- **WHAT TO WORK ON**:
Reproduce the entries below in full and without error.

ENTRIES SUPPLIED Start Marker

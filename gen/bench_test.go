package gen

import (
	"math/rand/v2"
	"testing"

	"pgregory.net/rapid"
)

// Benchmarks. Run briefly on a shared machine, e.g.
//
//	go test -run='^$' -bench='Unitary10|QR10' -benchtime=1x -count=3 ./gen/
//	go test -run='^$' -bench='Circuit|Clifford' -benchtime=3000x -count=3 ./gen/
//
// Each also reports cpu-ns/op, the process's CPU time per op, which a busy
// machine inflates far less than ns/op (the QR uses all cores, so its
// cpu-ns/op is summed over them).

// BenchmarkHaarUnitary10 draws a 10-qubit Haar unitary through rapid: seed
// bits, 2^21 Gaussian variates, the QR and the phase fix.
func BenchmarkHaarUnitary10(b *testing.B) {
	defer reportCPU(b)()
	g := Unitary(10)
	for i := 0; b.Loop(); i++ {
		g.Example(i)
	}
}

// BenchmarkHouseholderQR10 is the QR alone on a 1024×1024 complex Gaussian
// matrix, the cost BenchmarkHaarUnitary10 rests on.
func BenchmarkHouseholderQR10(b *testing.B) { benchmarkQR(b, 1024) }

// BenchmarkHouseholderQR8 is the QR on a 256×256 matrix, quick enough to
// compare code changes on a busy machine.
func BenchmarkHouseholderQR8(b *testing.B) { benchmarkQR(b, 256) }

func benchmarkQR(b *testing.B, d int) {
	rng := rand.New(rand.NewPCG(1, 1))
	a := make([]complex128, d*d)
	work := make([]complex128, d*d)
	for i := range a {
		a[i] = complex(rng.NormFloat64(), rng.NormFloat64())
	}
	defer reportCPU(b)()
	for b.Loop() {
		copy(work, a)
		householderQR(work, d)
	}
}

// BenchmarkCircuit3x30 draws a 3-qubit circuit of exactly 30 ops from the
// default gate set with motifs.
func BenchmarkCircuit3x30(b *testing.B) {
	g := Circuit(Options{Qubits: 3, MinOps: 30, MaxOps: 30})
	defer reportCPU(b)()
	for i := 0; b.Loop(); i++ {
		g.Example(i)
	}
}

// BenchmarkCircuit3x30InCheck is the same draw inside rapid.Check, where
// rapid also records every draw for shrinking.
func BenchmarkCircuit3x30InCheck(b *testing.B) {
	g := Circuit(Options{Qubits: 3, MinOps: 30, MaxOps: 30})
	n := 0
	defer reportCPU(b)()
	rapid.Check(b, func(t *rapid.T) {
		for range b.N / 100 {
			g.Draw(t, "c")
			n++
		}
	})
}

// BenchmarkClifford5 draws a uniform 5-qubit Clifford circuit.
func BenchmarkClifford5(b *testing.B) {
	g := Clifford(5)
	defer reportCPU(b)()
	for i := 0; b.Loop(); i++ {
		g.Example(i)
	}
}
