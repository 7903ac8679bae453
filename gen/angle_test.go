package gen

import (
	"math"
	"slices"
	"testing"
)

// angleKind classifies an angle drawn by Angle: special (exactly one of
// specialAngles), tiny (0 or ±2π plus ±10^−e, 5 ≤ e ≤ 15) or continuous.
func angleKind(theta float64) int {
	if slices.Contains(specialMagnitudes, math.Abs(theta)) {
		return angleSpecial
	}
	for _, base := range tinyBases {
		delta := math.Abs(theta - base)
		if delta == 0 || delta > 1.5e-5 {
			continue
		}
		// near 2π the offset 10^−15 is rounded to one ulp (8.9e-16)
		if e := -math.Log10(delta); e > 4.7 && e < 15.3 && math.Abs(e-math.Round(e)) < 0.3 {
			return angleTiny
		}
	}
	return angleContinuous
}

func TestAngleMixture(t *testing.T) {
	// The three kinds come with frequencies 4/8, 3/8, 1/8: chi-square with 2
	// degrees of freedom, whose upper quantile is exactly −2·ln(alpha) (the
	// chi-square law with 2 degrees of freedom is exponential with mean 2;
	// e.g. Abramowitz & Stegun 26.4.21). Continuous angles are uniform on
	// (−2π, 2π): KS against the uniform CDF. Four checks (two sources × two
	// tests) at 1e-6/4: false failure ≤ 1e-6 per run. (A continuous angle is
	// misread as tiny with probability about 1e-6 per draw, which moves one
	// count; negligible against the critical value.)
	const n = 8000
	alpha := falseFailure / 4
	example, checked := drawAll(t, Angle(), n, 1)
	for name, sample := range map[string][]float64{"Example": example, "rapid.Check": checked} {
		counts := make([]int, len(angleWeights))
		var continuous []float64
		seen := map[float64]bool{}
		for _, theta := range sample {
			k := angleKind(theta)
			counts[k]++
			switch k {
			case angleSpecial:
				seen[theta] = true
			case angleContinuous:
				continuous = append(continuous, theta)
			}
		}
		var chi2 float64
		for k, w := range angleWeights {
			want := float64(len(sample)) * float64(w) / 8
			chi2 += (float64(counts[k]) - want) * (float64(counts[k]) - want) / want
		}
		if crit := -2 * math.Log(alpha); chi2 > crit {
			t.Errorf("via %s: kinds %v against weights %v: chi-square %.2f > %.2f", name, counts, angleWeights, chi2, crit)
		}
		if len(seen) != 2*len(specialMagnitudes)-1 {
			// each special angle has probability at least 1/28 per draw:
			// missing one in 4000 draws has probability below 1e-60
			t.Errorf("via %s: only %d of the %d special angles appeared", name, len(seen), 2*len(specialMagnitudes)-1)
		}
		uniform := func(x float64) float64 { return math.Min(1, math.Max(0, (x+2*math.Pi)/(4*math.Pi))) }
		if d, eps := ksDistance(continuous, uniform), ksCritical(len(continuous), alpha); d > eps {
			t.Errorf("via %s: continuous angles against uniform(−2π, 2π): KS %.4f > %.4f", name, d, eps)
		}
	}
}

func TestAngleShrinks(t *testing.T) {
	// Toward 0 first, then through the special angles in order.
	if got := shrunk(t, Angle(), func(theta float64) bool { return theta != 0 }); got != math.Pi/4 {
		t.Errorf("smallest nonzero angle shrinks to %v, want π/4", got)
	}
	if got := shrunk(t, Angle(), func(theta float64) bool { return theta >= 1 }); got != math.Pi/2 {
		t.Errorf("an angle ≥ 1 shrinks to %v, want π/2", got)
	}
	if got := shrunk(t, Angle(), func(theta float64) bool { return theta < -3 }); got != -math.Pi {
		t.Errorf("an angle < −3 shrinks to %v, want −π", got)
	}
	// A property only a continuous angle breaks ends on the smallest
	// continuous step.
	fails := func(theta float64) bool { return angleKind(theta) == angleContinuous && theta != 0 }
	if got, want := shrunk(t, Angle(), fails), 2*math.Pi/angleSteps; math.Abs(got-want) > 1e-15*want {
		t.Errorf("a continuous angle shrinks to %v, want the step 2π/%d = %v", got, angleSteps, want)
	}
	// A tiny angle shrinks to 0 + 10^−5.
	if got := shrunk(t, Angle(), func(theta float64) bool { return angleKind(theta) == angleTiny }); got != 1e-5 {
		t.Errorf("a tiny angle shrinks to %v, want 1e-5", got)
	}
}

ENTRIES SUPPLIED End Marker

- **SOLVED EXERCISE**:
filename gen/bench_test.go
package gen

import (
	"math/rand/v2"
	"testing"

	"pgregory.net/rapid"
)

// Benchmarks. Run briefly on a shared machine, e.g.
//
//	go test -run='^$' -bench='Unitary10|QR10' -benchtime=1x -count=3 ./gen/
//	go test -run='^$' -bench='Circuit|Clifford' -benchtime=3000x -count=3 ./gen/
//
// Each also reports cpu-ns/op, the process's CPU time per op, which a busy
// machine inflates far less than ns/op (the QR uses all cores, so its
// cpu-ns/op is summed over them).

// BenchmarkHaarUnitary10 draws a 10-qubit Haar unitary through rapid: seed
// bits, 2^21 Gaussian variates, the QR and the phase fix.
func BenchmarkHaarUnitary10(b *testing.B) {
	defer reportCPU(b)()
	g := Unitary(10)
	for i := 0; b.Loop(); i++ {
		g.Example(i)
	}
}

// BenchmarkHouseholderQR10 is the QR alone on a 1024×1024 complex Gaussian
// matrix, the cost BenchmarkHaarUnitary10 rests on.
func BenchmarkHouseholderQR10(b *testing.B) { benchmarkQR(b, 1024) }

// BenchmarkHouseholderQR8 is the QR on a 256×256 matrix, quick enough to
// compare code changes on a busy machine.
func BenchmarkHouseholderQR8(b *testing.B) { benchmarkQR(b, 256) }

func benchmarkQR(b *testing.B, d int) {
	rng := rand.New(rand.NewPCG(1, 1))
	a := make([]complex128, d*d)
	work := make([]complex128, d*d)
	for i := range a {
		a[i] = complex(rng.NormFloat64(), rng.NormFloat64())
	}
	defer reportCPU(b)()
	for b.Loop() {
		copy(work, a)
		householderQR(work, d)
	}
}

// BenchmarkCircuit3x30 draws a 3-qubit circuit of exactly 30 ops from the
// default gate set with motifs.
func BenchmarkCircuit3x30(b *testing.B) {
	g := Circuit(Options{Qubits: 3, MinOps: 30, MaxOps: 30})
	defer reportCPU(b)()
	for i := 0; b.Loop(); i++ {
		g.Example(i)
	}
}

// BenchmarkCircuit3x30InCheck is the same draw inside rapid.Check, where
// rapid also records every draw for shrinking.
func BenchmarkCircuit3x30InCheck(b *testing.B) {
	g := Circuit(Options{Qubits: 3, MinOps: 30, MaxOps: 30})
	n := 0
	defer reportCPU(b)()
	rapid.Check(b, func(t *rapid.T) {
		for range b.N / 100 {
			g.Draw(t, "c")
			n++
		}
	})
}

// BenchmarkClifford5 draws a uniform 5-qubit Clifford circuit.
func BenchmarkClifford5(b *testing.B) {
	g := Clifford(5)
	defer reportCPU(b)()
	for i := 0; b.Loop(); i++ {
		g.Example(i)
	}
}
repository 7903ac8679bae453
filename gen/angle_test.go
package gen

import (
	"math"
	"slices"
	"testing"
)

// angleKind classifies an angle drawn by Angle: special (exactly one of
// specialAngles), tiny (0 or ±2π plus ±10^−e, 5 ≤ e ≤ 15) or continuous.
func angleKind(theta float64) int {
	if slices.Contains(specialMagnitudes, math.Abs(theta)) {
		return angleSpecial
	}
	for _, base := range tinyBases {
		delta := math.Abs(theta - base)
		if delta == 0 || delta > 1.5e-5 {
			continue
		}
		// near 2π the offset 10^−15 is rounded to one ulp (8.9e-16)
		if e := -math.Log10(delta); e > 4.7 && e < 15.3 && math.Abs(e-math.Round(e)) < 0.3 {
			return angleTiny
		}
	}
	return angleContinuous
}

func TestAngleMixture(t *testing.T) {
	// The three kinds come with frequencies 4/8, 3/8, 1/8: chi-square with 2
	// degrees of freedom, whose upper quantile is exactly −2·ln(alpha) (the
	// chi-square law with 2 degrees of freedom is exponential with mean 2;
	// e.g. Abramowitz & Stegun 26.4.21). Continuous angles are uniform on
	// (−2π, 2π): KS against the uniform CDF. Four checks (two sources × two
	// tests) at 1e-6/4: false failure ≤ 1e-6 per run. (A continuous angle is
	// misread as tiny with probability about 1e-6 per draw, which moves one
	// count; negligible against the critical value.)
	const n = 8000
	alpha := falseFailure / 4
	example, checked := drawAll(t, Angle(), n, 1)
	for name, sample := range map[string][]float64{"Example": example, "rapid.Check": checked} {
		counts := make([]int, len(angleWeights))
		var continuous []float64
		seen := map[float64]bool{}
		for _, theta := range sample {
			k := angleKind(theta)
			counts[k]++
			switch k {
			case angleSpecial:
				seen[theta] = true
			case angleContinuous:
				continuous = append(continuous, theta)
			}
		}
		var chi2 float64
		for k, w := range angleWeights {
			want := float64(len(sample)) * float64(w) / 8
			chi2 += (float64(counts[k]) - want) * (float64(counts[k]) - want) / want
		}
		if crit := -2 * math.Log(alpha); chi2 > crit {
			t.Errorf("via %s: kinds %v against weights %v: chi-square %.2f > %.2f", name, counts, angleWeights, chi2, crit)
		}
		if len(seen) != 2*len(specialMagnitudes)-1 {
			// each special angle has probability at least 1/28 per draw:
			// missing one in 4000 draws has probability below 1e-60
			t.Errorf("via %s: only %d of the %d special angles appeared", name, len(seen), 2*len(specialMagnitudes)-1)
		}
		uniform := func(x float64) float64 { return math.Min(1, math.Max(0, (x+2*math.Pi)/(4*math.Pi))) }
		if d, eps := ksDistance(continuous, uniform), ksCritical(len(continuous), alpha); d > eps {
			t.Errorf("via %s: continuous angles against uniform(−2π, 2π): KS %.4f > %.4f", name, d, eps)
		}
	}
}

func TestAngleShrinks(t *testing.T) {
	// Toward 0 first, then through the special angles in order.
	if got := shrunk(t, Angle(), func(theta float64) bool { return theta != 0 }); got != math.Pi/4 {
		t.Errorf("smallest nonzero angle shrinks to %v, want π/4", got)
	}
	if got := shrunk(t, Angle(), func(theta float64) bool { return theta >= 1 }); got != math.Pi/2 {
		t.Errorf("an angle ≥ 1 shrinks to %v, want π/2", got)
	}
	if got := shrunk(t, Angle(), func(theta float64) bool { return theta < -3 }); got != -math.Pi {
		t.Errorf("an angle < −3 shrinks to %v, want −π", got)
	}
	// A property only a continuous angle breaks ends on the smallest
	// continuous step.
	fails := func(theta float64) bool { return angleKind(theta) == angleContinuous && theta != 0 }
	if got, want := shrunk(t, Angle(), fails), 2*math.Pi/angleSteps; math.Abs(got-want) > 1e-15*want {
		t.Errorf("a continuous angle shrinks to %v, want the step 2π/%d = %v", got, angleSteps, want)
	}
	// A tiny angle shrinks to 0 + 10^−5.
	if got := shrunk(t, Angle(), func(theta float64) bool { return angleKind(theta) == angleTiny }); got != 1e-5 {
		t.Errorf("a tiny angle shrinks to %v, want 1e-5", got)
	}
}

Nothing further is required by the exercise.